Before he went on the road, Slater quit a job as a planning
director for Boston's transit system, while Ms. Slater
was an education services manager for a software company.
Now the couple
call Vermont their home, although their global adventures
are still posted online at the www.madriver.com/users/rtw2vt
site.
Matt Donath,
a former long-term traveler who is now home in Chicago,
spent weeks in India before he finally found a cybercafe
that had working equipment. He also discovered that many
cafes he visited would deliberately overestimate the amount
of time he spent online, often tacking on the time he
had to spend simply waiting to be connected.
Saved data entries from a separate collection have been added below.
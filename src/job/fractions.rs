//! Of class codes, the share of each output pixel's area that each class covers: one band a class.

use super::account::as_f64;
use super::{Conduct, Progress, Ready, reading_windows};
use crate::error::{Error, Result};
use crate::kernel::Kernel;
use crate::raster::{self, CELL, Header, MissingCodes, SampleType, Samples, Source, Window};
use crate::resample::{Engine, Extras, Plan, Rules, Values};
use crate::with_samples;
use std::collections::BTreeSet;
use std::ops::Range;
use std::path::Path;

/// More classes than this are taken for measurements.
const MOST_CLASSES: usize = 256;

/// A raster of class codes as 0 and 1, one band a class (of each band), NaN where missing.
struct Indicator<'a> {
    header: Header,
    source: &'a dyn Source,
    codes: &'a MissingCodes,
    classes: Vec<f64>,
}

impl Source for Indicator<'_> {
    fn header(&self) -> &Header {
        &self.header
    }

    fn read(&self, bands: Range<usize>, window: &Window) -> Result<Samples> {
        let mut out = Vec::with_capacity(bands.len() * window.area());
        let mut known: Option<(usize, Vec<f64>)> = None;
        for b in bands {
            let (band, class) = (b / self.classes.len(), self.classes[b % self.classes.len()]);
            if known.as_ref().is_none_or(|k| k.0 != band) {
                known = Some((band, values(self.source, self.codes, band, window)?));
            }
            let of = |v: &f64| if v.is_nan() { f32::NAN } else { f32::from(u8::from(*v == class)) };
            out.extend(known.iter().flat_map(|k| k.1.iter().map(of)));
        }
        Ok(Samples::F32(out))
    }
}

fn values(source: &dyn Source, codes: &MissingCodes, band: usize, window: &Window) -> Result<Vec<f64>> {
    let stored = source.read(band..band + 1, window)?;
    let mut out = vec![0.0; window.area()];
    with_samples!(&stored, v => as_f64(v, codes, &mut out));
    Ok(out)
}

/// The classes of a raster, in order.
fn classes(source: &dyn Source, codes: &MissingCodes, memory: u64, path: &Path) -> Result<Vec<f64>> {
    // Codes are compared by their bits in order; -0 counts as 0.
    let mut found: BTreeSet<i64> = BTreeSet::new();
    let key = |v: f64| (v + 0.0).to_bits() as i64;
    for window in reading_windows(source.header(), memory) {
        for band in 0..source.header().bands {
            let mut last = f64::NAN;
            for v in values(source, codes, band, &window)? {
                if v != last && !v.is_nan() {
                    found.insert(key(v));
                    last = v;
                }
            }
            if found.len() > MOST_CLASSES {
                return Err(Error::unfit(
                    format!("{}: more than {MOST_CLASSES} different values are no classes", path.display()),
                    "leave --fractions out, or give a raster of class codes",
                ));
            }
        }
    }
    let mut classes: Vec<f64> = found.into_iter().map(|bits| f64::from_bits(bits as u64)).collect();
    classes.sort_by(f64::total_cmp);
    Ok(classes)
}

impl Ready<'_> {
    /// Refuses, before any work, fractions that mean nothing.
    pub(super) fn check_fractions(&self, conduct: &Conduct) -> Result<()> {
        let Some(path) = &conduct.fractions else { return Ok(()) };
        if self.job.rules.values != Values::Label {
            return Err(Error::usage(
                "--fractions tells the shares of classes",
                "give --values label with it",
            ));
        }
        raster::check_writable(
            path,
            &Header { sample_type: SampleType::F32, missing: None, ..self.header.clone() },
        )
    }

    /// Writes the shares of the classes.
    pub(super) fn write_fractions(
        &self,
        path: &Path,
        overwrite: bool,
        progress: &dyn Progress,
    ) -> Result<()> {
        let rules = &self.job.rules;
        let source = self.source.as_ref();
        let classes = classes(source, &self.codes, rules.memory, &self.job.input)?;
        if classes.is_empty() {
            return Err(Error::unfit(
                format!("{}: every sample is missing", self.job.input.display()),
                "leave --fractions out",
            ));
        }
        let from = source.header();
        let bands = from.bands * classes.len();
        let names: Vec<String> = (0..bands)
            .map(|b| match (b / classes.len(), classes[b % classes.len()]) {
                (0, class) if from.bands == 1 => format!("class {class}"),
                (band, class) => format!("band {} class {class}", band + 1),
            })
            .collect();
        let header = |grid: &crate::grid::Grid| {
            let mut own = Header::new(grid.clone(), bands, SampleType::F32);
            own.band_names = names.clone();
            own
        };
        let indicator = Indicator { header: header(&from.grid), source, codes: &self.codes, classes };
        let rules = Rules {
            kernel: Kernel::parse("area")?,
            values: Values::Density,
            sample_type: Some(SampleType::F32),
            missing: None,
            ..rules.clone()
        };
        let size = (from.grid.rows, from.grid.columns);
        let target = (self.header.grid.rows, self.header.grid.columns);
        let out = header(&self.header.grid);
        let mut sink = raster::create(path, &out, overwrite)?;
        let engine = Engine {
            source: &indicator,
            target,
            plan: Plan::new(size, target, &self.job.back, &rules)?,
            rules: &rules,
            codes: MissingCodes::default(),
            sample_type: SampleType::F32,
            fill: None,
            extras: Extras::default(),
        };
        engine.run(sink.alignment().max(CELL), None, &mut |block| {
            if progress.stopped() {
                return Err(Error::Stopped);
            }
            sink.write(&block.window, &block.samples)
        })?;
        sink.finish()
    }
}
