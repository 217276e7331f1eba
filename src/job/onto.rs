//! How a raster lies on the grid that it goes onto: by its world, or by a map file.

use crate::error::{Error, Result};
use crate::grid::Grid;
use crate::map::{Map, MapFile};
use std::path::Path;

/// From target positions to positions in the raster.
///
/// `name` is what messages call the target.
///
/// # Errors
/// When the map or the worlds do not fit the grids.
pub fn way_back(path: &Path, grid: &Grid, file: Option<&MapFile>, target: &Grid, name: &str) -> Result<Map> {
    let Some(file) = file else {
        target.check_same_crs(grid, (name, &path.display().to_string()))?;
        if target.world.is_some() && grid.world.is_none() {
            return Err(Error::unfit(
                format!("{} has no place in the world, {name} has", path.display()),
                "give it a --map, or a georeference",
            ));
        }
        return target.to(grid).map_err(|e| about(path, e));
    };
    let map = file.map();
    let onto_reference = match &file.reference {
        // A reference without a place is known by its size; its pixels are then the target's own.
        Some(r) if r.world.is_none() && target.world.is_some() => {
            if (r.rows, r.columns) != (target.rows, target.columns) {
                return Err(Error::unfit(
                    format!(
                        "the map for {} refers to a grid of {} x {} pixels without a place in the world, {name} has {} x {}",
                        path.display(),
                        r.rows,
                        r.columns,
                        target.rows,
                        target.columns
                    ),
                    "use --onto with the map's reference",
                ));
            }
            Map::IDENTITY
        }
        Some(r) => {
            target.check_same_crs(r, (name, "the map's reference"))?;
            target.to(r).map_err(|e| about(path, e))?
        }
        None => Map::IDENTITY,
    };
    let moving = match &file.moving {
        Some(m) if m != grid => {
            if m.world.is_none() || grid.world.is_none() {
                if (m.rows, m.columns) != (grid.rows, grid.columns) {
                    return Err(Error::unfit(
                        format!(
                            "the map was made for a raster of {} x {} pixels, {} has {} x {}",
                            m.rows,
                            m.columns,
                            path.display(),
                            grid.rows,
                            grid.columns
                        ),
                        "give the map that belongs to this raster",
                    ));
                }
                Map::IDENTITY
            } else {
                m.to(grid).map_err(|e| about(path, e))?
            }
        }
        _ => Map::IDENTITY,
    };
    Ok(onto_reference.then(&map.invert()?).then(&moving))
}

/// Turns an error about a grid or map into one that names the file.
pub fn about(path: &Path, e: Error) -> Error {
    match e {
        Error::Unfit { problem, mend } => {
            Error::Unfit { problem: format!("{}: {problem}", path.display()), mend }
        }
        other => other,
    }
}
Clearly,
money is useful to the digital dharma bum, and several
sites post sponsorship information. Some of the travelers
have managed to attract sponsors, although many appear
to be flying solo. Ms. Von-Willcox said she had not approached
anyone for money yet; the companies listed as sponsors,
she said, have contributed "stuff."
Many travelers
now wouldn't dream of circling the globe without being
wired. The Slaters, for example, relied on the Net to
stay in contact with friends and family members, and Slater
also turned to it to keep up with the Boston Patriots.
Sometimes digital
connections have helped travelers in unexpected ways.
Take Donath.
He cut short his round-the-world trip in Singapore last
winter, when it was discovered that his wife and traveling
companion, Sybil, had breast cancer.
Shortly after
they came home, they received in the mail a video about
breast cancer that had been sent by an Internet user who
had visited the couple's Web site at www.travel-library.com/rtw/donath.
Donath said
the video is helping his wife cope with her disease. Before
the recent explosion in the number of personal Web sites
-- including those written by travelers like himself --
receiving such support "would have been unimaginable,"
he wrote in a recent e-mail message.